### [Problem to work on]
Across the listing below, how many lines contain "years"? Answer with the number and nothing else.

### [Data for analysis]
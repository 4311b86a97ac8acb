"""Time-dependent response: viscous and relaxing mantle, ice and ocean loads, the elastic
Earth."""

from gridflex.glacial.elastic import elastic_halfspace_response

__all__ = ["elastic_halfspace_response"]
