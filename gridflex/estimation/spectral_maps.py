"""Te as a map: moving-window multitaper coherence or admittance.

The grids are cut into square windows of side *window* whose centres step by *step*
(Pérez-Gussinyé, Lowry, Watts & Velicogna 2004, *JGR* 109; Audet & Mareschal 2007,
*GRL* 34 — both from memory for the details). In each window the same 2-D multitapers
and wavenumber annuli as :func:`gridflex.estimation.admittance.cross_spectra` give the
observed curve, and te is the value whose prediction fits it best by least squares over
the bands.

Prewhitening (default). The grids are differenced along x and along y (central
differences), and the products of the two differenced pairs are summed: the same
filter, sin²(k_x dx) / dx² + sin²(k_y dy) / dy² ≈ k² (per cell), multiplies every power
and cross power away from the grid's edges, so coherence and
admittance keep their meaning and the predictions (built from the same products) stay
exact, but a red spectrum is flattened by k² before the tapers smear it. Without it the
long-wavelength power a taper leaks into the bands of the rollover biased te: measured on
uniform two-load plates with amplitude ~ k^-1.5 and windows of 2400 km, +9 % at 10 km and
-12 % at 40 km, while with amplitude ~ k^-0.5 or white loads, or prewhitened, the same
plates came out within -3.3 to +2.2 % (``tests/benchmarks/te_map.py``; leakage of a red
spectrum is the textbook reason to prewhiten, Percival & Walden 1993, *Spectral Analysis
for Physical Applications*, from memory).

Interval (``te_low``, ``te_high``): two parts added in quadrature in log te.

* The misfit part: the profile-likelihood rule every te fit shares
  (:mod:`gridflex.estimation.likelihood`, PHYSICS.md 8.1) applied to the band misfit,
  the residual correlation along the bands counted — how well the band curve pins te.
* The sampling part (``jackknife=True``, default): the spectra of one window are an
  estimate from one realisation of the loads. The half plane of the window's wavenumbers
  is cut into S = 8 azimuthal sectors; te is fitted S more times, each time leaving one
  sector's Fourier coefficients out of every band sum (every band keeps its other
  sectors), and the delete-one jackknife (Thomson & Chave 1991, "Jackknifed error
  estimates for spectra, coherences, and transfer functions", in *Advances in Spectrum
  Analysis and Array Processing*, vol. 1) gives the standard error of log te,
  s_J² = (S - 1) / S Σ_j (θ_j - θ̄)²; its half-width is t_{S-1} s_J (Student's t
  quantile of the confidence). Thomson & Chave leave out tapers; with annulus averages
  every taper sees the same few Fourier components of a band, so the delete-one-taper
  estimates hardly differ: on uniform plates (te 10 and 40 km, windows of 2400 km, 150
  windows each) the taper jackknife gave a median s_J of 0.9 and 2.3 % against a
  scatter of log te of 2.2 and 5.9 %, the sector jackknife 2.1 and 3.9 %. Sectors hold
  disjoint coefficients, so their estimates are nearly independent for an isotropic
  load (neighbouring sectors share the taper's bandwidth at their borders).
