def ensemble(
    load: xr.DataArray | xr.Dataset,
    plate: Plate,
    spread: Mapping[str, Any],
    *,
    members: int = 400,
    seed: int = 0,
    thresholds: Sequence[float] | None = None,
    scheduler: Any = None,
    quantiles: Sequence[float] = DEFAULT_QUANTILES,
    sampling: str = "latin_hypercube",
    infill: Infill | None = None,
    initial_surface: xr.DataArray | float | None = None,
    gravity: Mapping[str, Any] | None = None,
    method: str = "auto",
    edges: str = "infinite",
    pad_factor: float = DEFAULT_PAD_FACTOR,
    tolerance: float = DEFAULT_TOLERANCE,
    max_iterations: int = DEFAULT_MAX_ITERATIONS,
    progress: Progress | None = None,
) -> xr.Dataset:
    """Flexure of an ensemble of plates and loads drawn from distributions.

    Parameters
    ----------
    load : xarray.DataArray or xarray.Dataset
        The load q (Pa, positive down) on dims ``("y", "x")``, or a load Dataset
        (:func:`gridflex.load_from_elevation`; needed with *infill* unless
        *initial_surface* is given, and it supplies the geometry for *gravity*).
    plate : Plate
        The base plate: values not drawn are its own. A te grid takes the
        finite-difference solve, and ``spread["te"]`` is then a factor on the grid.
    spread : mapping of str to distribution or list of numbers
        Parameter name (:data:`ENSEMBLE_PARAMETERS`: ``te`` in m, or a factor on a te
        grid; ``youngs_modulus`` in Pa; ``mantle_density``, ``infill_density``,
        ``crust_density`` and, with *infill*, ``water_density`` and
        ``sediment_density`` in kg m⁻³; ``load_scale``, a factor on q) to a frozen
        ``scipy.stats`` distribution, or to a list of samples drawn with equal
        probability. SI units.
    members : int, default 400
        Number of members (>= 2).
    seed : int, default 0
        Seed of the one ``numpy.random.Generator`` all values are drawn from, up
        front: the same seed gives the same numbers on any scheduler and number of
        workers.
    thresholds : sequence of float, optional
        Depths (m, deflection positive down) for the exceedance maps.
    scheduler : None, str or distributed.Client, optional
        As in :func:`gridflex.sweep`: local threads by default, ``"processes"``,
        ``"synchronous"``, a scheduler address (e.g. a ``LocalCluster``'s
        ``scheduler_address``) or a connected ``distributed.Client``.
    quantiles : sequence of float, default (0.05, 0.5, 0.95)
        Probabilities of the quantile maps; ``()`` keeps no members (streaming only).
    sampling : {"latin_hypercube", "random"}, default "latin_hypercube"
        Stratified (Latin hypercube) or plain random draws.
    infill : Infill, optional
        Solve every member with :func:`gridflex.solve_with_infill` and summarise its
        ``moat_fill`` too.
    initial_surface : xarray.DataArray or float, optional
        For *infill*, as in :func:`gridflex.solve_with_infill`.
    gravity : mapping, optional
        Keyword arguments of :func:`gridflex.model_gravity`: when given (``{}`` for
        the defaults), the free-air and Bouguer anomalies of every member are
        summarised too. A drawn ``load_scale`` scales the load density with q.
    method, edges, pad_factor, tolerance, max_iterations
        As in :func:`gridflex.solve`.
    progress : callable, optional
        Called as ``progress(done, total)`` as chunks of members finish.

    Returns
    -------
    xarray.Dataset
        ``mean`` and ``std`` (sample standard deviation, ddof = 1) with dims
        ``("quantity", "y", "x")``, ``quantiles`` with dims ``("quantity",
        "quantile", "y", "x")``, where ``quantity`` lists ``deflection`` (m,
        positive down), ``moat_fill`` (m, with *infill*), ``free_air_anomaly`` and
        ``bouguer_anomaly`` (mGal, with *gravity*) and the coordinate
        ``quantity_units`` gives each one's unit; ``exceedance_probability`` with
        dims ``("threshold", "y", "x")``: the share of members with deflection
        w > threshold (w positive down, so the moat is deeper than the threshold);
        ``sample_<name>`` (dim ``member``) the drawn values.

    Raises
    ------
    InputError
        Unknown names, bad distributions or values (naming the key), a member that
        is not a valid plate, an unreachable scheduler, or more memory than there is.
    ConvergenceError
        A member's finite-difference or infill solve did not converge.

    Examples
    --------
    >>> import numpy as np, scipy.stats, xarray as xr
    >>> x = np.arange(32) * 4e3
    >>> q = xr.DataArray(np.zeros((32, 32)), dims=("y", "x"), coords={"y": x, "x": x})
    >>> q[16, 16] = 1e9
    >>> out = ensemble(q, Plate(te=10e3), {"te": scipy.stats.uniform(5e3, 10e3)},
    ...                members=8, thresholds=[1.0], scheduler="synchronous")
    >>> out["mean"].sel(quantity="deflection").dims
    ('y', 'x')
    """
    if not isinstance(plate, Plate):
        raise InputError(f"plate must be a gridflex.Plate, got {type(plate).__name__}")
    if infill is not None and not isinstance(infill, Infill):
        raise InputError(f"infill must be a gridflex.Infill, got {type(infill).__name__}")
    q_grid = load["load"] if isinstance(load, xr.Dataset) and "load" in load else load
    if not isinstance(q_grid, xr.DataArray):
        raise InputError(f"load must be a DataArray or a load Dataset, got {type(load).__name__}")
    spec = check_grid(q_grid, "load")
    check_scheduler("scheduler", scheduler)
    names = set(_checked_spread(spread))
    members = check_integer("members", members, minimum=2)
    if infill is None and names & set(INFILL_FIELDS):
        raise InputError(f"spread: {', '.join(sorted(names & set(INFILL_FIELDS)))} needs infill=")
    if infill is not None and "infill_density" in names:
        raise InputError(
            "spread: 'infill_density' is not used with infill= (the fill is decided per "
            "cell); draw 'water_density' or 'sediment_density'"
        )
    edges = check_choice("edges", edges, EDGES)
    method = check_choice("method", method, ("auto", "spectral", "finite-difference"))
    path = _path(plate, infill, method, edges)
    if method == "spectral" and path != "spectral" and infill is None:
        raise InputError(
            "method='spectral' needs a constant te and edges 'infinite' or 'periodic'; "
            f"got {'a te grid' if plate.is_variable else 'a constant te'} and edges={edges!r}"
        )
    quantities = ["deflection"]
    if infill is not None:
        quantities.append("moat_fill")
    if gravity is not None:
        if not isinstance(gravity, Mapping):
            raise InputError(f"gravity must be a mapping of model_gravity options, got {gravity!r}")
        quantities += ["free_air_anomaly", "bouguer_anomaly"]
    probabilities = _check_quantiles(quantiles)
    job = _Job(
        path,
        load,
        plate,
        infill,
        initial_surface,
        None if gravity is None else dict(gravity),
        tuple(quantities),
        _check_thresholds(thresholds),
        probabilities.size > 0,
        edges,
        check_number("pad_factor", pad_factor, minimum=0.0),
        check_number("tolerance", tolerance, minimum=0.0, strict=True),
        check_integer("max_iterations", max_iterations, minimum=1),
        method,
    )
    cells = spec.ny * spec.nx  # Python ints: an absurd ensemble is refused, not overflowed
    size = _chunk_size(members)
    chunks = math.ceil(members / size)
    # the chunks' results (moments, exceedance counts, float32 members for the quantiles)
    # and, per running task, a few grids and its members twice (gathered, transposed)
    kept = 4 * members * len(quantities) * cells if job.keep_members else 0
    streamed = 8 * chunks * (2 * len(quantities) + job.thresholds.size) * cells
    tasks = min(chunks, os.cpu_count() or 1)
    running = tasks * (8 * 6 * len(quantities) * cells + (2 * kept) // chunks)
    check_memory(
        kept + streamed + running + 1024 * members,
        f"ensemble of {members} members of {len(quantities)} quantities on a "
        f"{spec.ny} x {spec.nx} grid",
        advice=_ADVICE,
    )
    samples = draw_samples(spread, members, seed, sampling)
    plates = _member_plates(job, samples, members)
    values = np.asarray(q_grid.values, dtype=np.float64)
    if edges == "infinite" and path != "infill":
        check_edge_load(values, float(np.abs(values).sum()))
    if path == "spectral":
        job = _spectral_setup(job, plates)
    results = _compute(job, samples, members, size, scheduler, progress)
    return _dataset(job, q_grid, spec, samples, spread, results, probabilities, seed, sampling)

* * *

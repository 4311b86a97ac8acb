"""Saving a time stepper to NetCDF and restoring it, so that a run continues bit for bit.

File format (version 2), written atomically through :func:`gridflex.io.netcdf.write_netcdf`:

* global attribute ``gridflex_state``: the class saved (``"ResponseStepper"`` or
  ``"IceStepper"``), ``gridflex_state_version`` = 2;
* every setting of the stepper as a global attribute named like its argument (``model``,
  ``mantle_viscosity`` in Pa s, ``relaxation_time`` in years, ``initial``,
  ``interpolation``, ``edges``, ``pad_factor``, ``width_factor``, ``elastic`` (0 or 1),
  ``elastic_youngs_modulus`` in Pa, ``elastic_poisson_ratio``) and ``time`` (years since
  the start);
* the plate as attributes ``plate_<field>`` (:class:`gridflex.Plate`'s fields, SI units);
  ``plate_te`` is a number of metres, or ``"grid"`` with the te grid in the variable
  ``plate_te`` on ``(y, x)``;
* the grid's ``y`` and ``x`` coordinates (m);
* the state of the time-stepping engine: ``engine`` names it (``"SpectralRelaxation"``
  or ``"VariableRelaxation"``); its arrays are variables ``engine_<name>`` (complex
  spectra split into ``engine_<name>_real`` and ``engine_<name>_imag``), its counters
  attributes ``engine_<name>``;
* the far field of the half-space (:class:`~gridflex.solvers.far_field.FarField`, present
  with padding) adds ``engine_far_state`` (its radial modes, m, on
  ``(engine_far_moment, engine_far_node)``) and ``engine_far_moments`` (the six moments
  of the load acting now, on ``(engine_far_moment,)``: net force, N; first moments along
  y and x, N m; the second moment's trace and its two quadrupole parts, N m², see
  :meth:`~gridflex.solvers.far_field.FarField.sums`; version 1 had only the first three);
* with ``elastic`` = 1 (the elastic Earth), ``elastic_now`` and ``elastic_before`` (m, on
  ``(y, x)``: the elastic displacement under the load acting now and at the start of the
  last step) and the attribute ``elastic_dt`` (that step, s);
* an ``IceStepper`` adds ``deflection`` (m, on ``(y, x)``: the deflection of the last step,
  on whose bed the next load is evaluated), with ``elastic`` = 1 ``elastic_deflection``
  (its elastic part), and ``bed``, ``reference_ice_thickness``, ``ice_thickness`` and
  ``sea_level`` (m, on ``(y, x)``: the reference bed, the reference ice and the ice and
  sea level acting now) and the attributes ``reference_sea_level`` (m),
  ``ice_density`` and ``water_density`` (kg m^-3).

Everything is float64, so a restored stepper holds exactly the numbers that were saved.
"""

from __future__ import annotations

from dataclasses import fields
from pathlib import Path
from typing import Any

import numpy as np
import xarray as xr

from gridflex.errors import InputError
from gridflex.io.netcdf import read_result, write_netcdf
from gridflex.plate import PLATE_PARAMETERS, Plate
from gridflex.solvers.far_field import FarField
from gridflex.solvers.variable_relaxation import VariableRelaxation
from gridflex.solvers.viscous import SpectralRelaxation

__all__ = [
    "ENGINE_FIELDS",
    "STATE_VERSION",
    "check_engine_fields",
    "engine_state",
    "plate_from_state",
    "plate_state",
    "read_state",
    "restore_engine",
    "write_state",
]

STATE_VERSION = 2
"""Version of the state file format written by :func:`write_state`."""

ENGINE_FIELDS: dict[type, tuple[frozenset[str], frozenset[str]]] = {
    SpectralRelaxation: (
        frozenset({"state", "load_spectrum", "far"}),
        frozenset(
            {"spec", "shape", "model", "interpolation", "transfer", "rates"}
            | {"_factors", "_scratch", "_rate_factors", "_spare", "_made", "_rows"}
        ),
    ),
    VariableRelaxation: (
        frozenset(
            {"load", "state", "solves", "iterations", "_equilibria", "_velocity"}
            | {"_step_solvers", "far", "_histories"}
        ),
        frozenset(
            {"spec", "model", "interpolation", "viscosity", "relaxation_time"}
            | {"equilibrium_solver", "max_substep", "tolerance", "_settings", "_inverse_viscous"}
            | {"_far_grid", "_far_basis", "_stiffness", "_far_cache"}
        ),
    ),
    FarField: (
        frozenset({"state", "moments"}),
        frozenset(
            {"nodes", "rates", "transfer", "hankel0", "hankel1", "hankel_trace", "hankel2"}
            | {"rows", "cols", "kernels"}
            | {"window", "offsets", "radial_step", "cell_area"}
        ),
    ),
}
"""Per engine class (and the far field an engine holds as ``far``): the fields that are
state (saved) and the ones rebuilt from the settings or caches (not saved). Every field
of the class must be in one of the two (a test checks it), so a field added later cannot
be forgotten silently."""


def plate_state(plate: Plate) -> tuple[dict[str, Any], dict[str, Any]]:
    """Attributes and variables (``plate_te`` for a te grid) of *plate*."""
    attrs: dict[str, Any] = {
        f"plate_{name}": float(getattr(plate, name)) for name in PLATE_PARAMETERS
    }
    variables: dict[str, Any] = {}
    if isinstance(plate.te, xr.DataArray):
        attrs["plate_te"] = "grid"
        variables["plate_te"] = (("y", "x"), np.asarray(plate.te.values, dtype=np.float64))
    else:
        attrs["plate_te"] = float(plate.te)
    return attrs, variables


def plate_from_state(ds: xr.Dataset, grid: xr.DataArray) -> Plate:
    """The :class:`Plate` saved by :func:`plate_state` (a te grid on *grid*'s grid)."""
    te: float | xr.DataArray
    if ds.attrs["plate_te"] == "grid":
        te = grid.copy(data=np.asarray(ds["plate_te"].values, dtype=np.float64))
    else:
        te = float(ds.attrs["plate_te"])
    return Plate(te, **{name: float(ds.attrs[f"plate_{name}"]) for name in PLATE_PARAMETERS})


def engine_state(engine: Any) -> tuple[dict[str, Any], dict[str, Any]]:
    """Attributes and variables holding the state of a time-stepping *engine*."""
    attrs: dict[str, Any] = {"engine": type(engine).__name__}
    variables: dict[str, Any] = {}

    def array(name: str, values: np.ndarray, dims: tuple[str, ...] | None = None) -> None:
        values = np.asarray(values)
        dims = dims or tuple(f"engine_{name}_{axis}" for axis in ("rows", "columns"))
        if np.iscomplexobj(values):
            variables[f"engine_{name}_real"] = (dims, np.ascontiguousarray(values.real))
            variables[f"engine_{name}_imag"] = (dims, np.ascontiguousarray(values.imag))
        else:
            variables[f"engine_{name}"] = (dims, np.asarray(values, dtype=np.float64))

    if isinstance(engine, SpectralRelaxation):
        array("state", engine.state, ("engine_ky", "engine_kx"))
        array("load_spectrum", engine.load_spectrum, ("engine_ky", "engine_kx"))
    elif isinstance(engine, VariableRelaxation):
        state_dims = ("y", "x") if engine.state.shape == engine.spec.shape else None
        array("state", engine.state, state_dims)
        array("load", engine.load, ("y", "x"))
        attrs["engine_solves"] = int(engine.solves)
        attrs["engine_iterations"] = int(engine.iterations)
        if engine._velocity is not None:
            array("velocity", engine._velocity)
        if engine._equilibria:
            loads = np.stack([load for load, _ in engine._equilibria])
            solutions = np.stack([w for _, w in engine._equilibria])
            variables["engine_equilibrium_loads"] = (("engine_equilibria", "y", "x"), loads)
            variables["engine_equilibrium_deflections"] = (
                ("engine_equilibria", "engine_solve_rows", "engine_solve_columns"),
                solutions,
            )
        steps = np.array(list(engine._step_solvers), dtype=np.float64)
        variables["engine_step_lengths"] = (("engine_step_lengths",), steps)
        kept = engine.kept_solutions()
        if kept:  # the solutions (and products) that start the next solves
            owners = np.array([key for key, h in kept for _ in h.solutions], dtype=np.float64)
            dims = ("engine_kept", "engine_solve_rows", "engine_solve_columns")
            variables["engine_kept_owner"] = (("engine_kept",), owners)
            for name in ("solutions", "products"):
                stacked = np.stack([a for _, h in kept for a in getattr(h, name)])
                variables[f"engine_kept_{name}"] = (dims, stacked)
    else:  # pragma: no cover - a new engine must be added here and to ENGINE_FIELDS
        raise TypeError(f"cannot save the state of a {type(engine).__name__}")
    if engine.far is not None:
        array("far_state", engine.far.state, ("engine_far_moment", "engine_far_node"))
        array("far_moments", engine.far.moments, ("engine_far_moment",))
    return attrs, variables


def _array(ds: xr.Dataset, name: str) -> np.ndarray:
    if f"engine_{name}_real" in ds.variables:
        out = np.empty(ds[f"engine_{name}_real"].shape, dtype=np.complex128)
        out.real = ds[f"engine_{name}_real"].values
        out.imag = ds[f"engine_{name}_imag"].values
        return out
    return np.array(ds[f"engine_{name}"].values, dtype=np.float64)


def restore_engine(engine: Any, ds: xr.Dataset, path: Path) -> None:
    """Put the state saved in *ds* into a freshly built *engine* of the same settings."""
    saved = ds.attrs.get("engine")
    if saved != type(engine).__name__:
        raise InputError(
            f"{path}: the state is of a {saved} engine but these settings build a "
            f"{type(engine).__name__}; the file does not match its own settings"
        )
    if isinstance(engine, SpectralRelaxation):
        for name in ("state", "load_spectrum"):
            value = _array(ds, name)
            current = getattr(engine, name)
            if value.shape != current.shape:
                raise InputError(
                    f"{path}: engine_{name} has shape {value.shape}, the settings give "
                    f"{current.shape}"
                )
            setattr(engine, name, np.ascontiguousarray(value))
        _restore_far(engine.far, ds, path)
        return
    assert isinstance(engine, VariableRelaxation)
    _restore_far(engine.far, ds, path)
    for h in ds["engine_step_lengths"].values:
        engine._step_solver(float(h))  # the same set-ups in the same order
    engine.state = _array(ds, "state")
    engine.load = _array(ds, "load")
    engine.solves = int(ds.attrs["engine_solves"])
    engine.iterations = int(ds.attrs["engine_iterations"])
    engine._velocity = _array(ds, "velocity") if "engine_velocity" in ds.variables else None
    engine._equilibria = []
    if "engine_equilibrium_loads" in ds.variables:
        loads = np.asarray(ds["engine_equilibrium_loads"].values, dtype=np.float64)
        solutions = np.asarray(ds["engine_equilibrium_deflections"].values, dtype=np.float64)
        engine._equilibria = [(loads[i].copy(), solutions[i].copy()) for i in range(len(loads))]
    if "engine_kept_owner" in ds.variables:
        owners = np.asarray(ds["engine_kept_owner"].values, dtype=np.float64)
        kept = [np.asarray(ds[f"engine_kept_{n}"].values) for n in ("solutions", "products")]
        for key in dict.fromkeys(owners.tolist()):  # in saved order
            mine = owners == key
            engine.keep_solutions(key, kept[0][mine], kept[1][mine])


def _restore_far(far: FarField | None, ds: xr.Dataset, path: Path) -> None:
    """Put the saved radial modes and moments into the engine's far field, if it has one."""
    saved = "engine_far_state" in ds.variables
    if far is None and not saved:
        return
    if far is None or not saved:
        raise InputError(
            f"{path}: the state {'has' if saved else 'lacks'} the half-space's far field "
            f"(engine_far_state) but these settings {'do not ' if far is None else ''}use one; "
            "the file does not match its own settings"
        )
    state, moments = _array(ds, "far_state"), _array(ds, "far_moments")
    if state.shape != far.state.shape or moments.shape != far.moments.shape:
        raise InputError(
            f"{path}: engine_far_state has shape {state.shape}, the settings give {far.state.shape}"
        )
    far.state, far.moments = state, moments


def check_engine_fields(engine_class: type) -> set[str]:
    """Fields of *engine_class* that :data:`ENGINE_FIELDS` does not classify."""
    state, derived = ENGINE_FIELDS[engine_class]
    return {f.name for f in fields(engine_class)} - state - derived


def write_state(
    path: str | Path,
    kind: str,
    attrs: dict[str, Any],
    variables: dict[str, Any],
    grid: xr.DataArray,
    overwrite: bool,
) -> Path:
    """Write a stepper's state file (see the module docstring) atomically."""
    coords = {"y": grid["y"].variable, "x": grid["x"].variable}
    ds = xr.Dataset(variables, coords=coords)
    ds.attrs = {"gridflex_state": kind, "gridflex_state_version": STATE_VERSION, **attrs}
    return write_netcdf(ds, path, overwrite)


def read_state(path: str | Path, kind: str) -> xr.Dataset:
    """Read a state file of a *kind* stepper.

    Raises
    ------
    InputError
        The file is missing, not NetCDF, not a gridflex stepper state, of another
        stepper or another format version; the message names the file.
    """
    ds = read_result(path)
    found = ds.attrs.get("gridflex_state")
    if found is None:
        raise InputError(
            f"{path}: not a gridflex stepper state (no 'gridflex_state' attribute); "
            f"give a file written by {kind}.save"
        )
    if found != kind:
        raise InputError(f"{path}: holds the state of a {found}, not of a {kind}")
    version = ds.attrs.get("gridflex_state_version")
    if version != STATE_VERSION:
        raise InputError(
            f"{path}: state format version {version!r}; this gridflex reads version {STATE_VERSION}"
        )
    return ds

### [Task solution]
2